Salvador, 31 de agosto de 2012.
Senhoras e senhores passageiros,
A vida nas grandes cidades
passa a cada dia mais e mais rápida, ao passo de não percebermos as miudezas
que se afogam na rotina e que se entranham nas paredes e muros de pedra e
cimento que com mãos abertas construímos.
Exatamente num dia igual a
qualquer outro no calendário, exceto pelo fato de ser infinitamente março,
caminhava a multidão sem nome. Pelas ruas enladeiradas fui subindo e descendo
penando nos afazeres que havia deixado para a volta. De surpresa senti o peso
molhado de um pingo cair sobre meu braço e despertei das ideias em que me meti.
Assim, uma após a outra, milhares de gotas caiam e logo era uma tempestade de
fim de verão. As pessoas nas ruas corriam desesperadamente feito formigas que
tontas procuram abrigo, ou talvez, uma arca como se o próprio dilúvio estivesse por desaguar. Continuei até ouvir o
ronco de o primeiro trovão retumbar forte no meu peito até doer.
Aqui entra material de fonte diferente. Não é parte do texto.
package eiv

import (
	"errors"
	"fmt"
	"math"

	"gonum.org/v1/gonum/stat/distuv"
)

// Calibration: the straight calibration line y = a + b·x fitted to reference
// standards whose assigned values x carry uncertainty, its validation, and
// its use in reverse (x₀ from readings y₀ of unknown samples, see
// Calibration.Inverse) and forward (Calibration.Forward), following
// ISO/TS 28037:2010 "Determination and use of straight-line calibration
// functions" and the law of propagation of uncertainty of JCGM 100:2008
// (GUM) §5, with the Monte Carlo check of JCGM 101:2008
// (Calibration.MonteCarlo).
//
// Uncertainty of the standards' x values. A standard's UX is its own,
// independent part of u(x). A shared component (for example a stock
// solution from which several standards were prepared, with relative
// standard uncertainty u_rel) adds u_rel·x in quadrature to each standard
// that shares it and correlates them:
//
//	u²(x_i)      = UX_i² + Σ_c u_rel,c²·x_i²        (components c that hold i)
//	cov(x_i, x_j) = Σ_c u_rel,c²·x_i·x_j             (components that hold both)
//
// An explicit covariance matrix of the x values may be given instead; it is
// then the whole covariance of x.

// CalibrationModel names the model of the calibration line.
type CalibrationModel string

const (
	// ModelWLS is weighted least squares in y, the x values exact
	// (ISO/TS 28037:2010 §6).
	ModelWLS CalibrationModel = "wls"
	// ModelGDR is generalized distance regression: per-standard u(x), u(y)
	// and correlation r, the standards independent (ISO/TS 28037:2010 §7;
	// York et al. 2004).
	ModelGDR CalibrationModel = "gdr"
	// ModelGMR is Gauss–Markov regression with the full covariance of all
	// x and y values (ISO/TS 28037:2010 §8–9; generalized least squares).
	ModelGMR CalibrationModel = "gmr"
)

// InconsistencyPolicy says what Calibrate does when the validation finds
// the scatter about the line larger than the stated uncertainties allow.
type InconsistencyPolicy string

const (
	// OnInconsistentReport (the default) warns and keeps the uncertainties as stated.
	OnInconsistentReport InconsistencyPolicy = "report"
	// OnInconsistentInflate multiplies u(a), u(b) by √(χ²/ν) (cov(a, b) by
	// χ²/ν), the Birge ratio; the line's uncertainty then has ν = m − 2
	// degrees of freedom.
	OnInconsistentInflate InconsistencyPolicy = "inflate"
	// OnInconsistentRefuse returns an *InconsistentError.
	OnInconsistentRefuse InconsistencyPolicy = "refuse"
)

// ReadingBasis says where the standard uncertainty of a mean reading came from.
type ReadingBasis string

const (
	// BasisStated: the stated u of one reading divided by √k (ν infinite).
	BasisStated ReadingBasis = "stated"
	// BasisReplicates: the sample's own replicate SD divided by √k (ν = k − 1).
	BasisReplicates ReadingBasis = "replicates"
	// BasisPooled: the standards' pooled replicate SD divided by √k (ν = Σ(kᵢ − 1)).
	BasisPooled ReadingBasis = "pooled"
)

// Standard is one reference standard of a calibration.
type Standard struct {
	// X is the standard's assigned (certified) value.
	X float64
	// UX is the independent part of the standard uncertainty of X (zero
	// for an exact value). Shared components add to it (see Calibrate).
	UX float64
	// Y holds the instrument's readings of the standard: one, or replicates.
	Y []float64
	// UY is the standard uncertainty of ONE reading; the mean of k readings
	// has UY/√k. Zero means not stated: then the pooled replicate SD of the
	// standards is used, with its degrees of freedom.
	UY float64
	// R is the correlation of the errors of X (its independent part) and of
	// the mean reading, in (−1, 1).
	R float64
}

// SharedComponent is an uncertainty component shared by several standards
// (common practice: standards prepared from one stock solution, or
// certified against one reference): each member's x carries the same
// relative error, so cov(x_i, x_j) = RelativeU²·x_i·x_j.
type SharedComponent struct {
	Name string
	// RelativeU is the relative standard uncertainty (e.g. 0.002 for 0.2 %).
	RelativeU float64
	// Members are the zero-based indices of the standards that share it.
	Members []int
}

// CalibrationOptions are the settings of Calibrate. A nil pointer means defaults.
type CalibrationOptions struct {
	// Model forces a model; empty chooses from the data: wls when every
	// UX and R is zero and no covariance is given, gdr when the standards
	// are independent, gmr when shared components or XCovariance are given.
	Model CalibrationModel
	// Shared are the shared components of the x uncertainties.
	Shared []SharedComponent
	// XCovariance, when not nil, is the full m×m covariance matrix of the
	// standards' x values (symmetric, positive semi-definite). It replaces
	// UX (which must then be zero) and cannot be combined with Shared.
	XCovariance [][]float64
	// OnInconsistent chooses what an inconsistent validation does. Empty
	// means OnInconsistentReport.
	OnInconsistent InconsistencyPolicy
	// ValidationLevel is the probability of the χ² quantile that the
	// observed χ² is compared with. Zero means 0.95 (ISO/TS 28037 §6.2).
	ValidationLevel float64
}

// Calibration-specific sentinel errors.
var (
	// ErrNoReadings: a standard or an unknown has no readings.
	ErrNoReadings = errors.New("eiv: no readings")
	// ErrNoUncertainty: a reading's uncertainty is neither stated nor
	// obtainable from replicates.
	ErrNoUncertainty = errors.New("eiv: no uncertainty stated and none obtainable from replicates")
	// ErrNotSymmetric: a covariance matrix is not symmetric.
	ErrNotSymmetric = errors.New("eiv: covariance matrix is not symmetric")
	// ErrNotPSD: a covariance matrix is not positive semi-definite.
	ErrNotPSD = errors.New("eiv: covariance matrix is not positive semi-definite")
	// ErrMatrixSize: a covariance matrix does not have one row and column per standard.
	ErrMatrixSize = errors.New("eiv: covariance matrix has the wrong size")
	// ErrZeroSlope: the calibration slope is not distinguishable from zero,
	// so the line cannot be used in reverse.
	ErrZeroSlope = errors.New("eiv: the calibration slope is not distinguishable from zero")
	// ErrInconsistent: the validation failed and the caller asked to refuse.
	ErrInconsistent = errors.New("eiv: the calibration data are inconsistent with the stated uncertainties")
)

// InputError names the part of a calibration's input at fault, so that a
// caller can point at the field: Part is "standards", "unknowns",
// "shared_components" or "x_covariance"; Index the zero-based element (row
// of x_covariance), or −1 for the whole part; Col a second index (the column
// of x_covariance, the position in a shared component's member list), or −1;
// Field the field name ("x", "ux", "y", "uy", "r", "relative_u", "members").
type InputError struct {
	Part  string
	Index int
	Col   int
	Field string
	Err   error
}

func (e *InputError) Error() string {
	where := e.Part
	if e.Index >= 0 {
		where += fmt.Sprintf("[%d]", e.Index)
	}
	if e.Col >= 0 {
		if e.Part == "x_covariance" {
			where += fmt.Sprintf("[%d]", e.Col)
		} else {
			where += fmt.Sprintf(".%s[%d]", e.Field, e.Col)
		}
	} else if e.Field != "" {
		where += "." + e.Field
	}
	return "eiv: " + where + ": " + trimPrefix(e.Err.Error())
}

func (e *InputError) Unwrap() error { return e.Err }

func inputErr(part string, i int, field string, err error) *InputError {
	return &InputError{Part: part, Index: i, Col: -1, Field: field, Err: err}
}

// InconsistentError is returned under OnInconsistentRefuse.
type InconsistentError struct {
	Chi2, Quantile, P float64
	DOF               int
}

func (e *InconsistentError) Error() string {
	return fmt.Sprintf("eiv: the calibration data are inconsistent with the stated uncertainties: χ² = %.4g exceeds its %.4g quantile on %d degrees of freedom (p = %.2g)",
		e.Chi2, e.Quantile, e.DOF, e.P)
}

func (e *InconsistentError) Unwrap() error { return ErrInconsistent }

// Calibration warning codes.
const (
	WarnInconsistent   = "calibration_inconsistent"
	WarnInflated       = "uncertainty_inflated"
	WarnLargeResidual  = "large_residual"
	WarnExtrapolation  = "extrapolation"
	WarnSlopeUncertain = "slope_uncertain"
	WarnMonteCarloDiff = "monte_carlo_disagrees"
)

// SlopeUncertainLimit is the relative standard uncertainty of the slope,
// u(b)/|b|, above which an inverse evaluation carries WarnSlopeUncertain.
// x₀ = (ȳ₀ − a)/b is linear in ȳ₀ and a but not in b: the first neglected
// terms of the Taylor series are of relative order (u(b)/b)² in the
// variance and in the bias of x₀ − x̄, i.e. 1 % at 0.1, 4 % at 0.2. JCGM 101
// §8 validates an uncertainty stated to two significant digits within
// half a unit of the second digit, between 0.5 % and 5 % of u; at 0.1 the
// neglected terms reach the lower end of that range, and beyond it the
// linear result should be checked by Monte Carlo.
const SlopeUncertainLimit = 0.1

// UValue is a value with its standard uncertainty.
type UValue struct{ Value, U float64 }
Olhei para os
lados e procurei uma marquise e, do mesmo jeito que as formigas, me escondi.
Enquanto esperava a trégua dos
céus, um homem continuou seu caminho. Ele e seu guarda-chuva preto desciam a
rua como se tudo não fosse mais que o sereno da noite. Fiquei inquieto com a
situação. Ele parecia ignorar, voluntariosamente, todos os olhares ao redor, desprezando
as regras sociais que impedem um sujeito normal de caminhar na chuva
torrencial. Agora minha inquietação já era quase raiva diante do contrassenso.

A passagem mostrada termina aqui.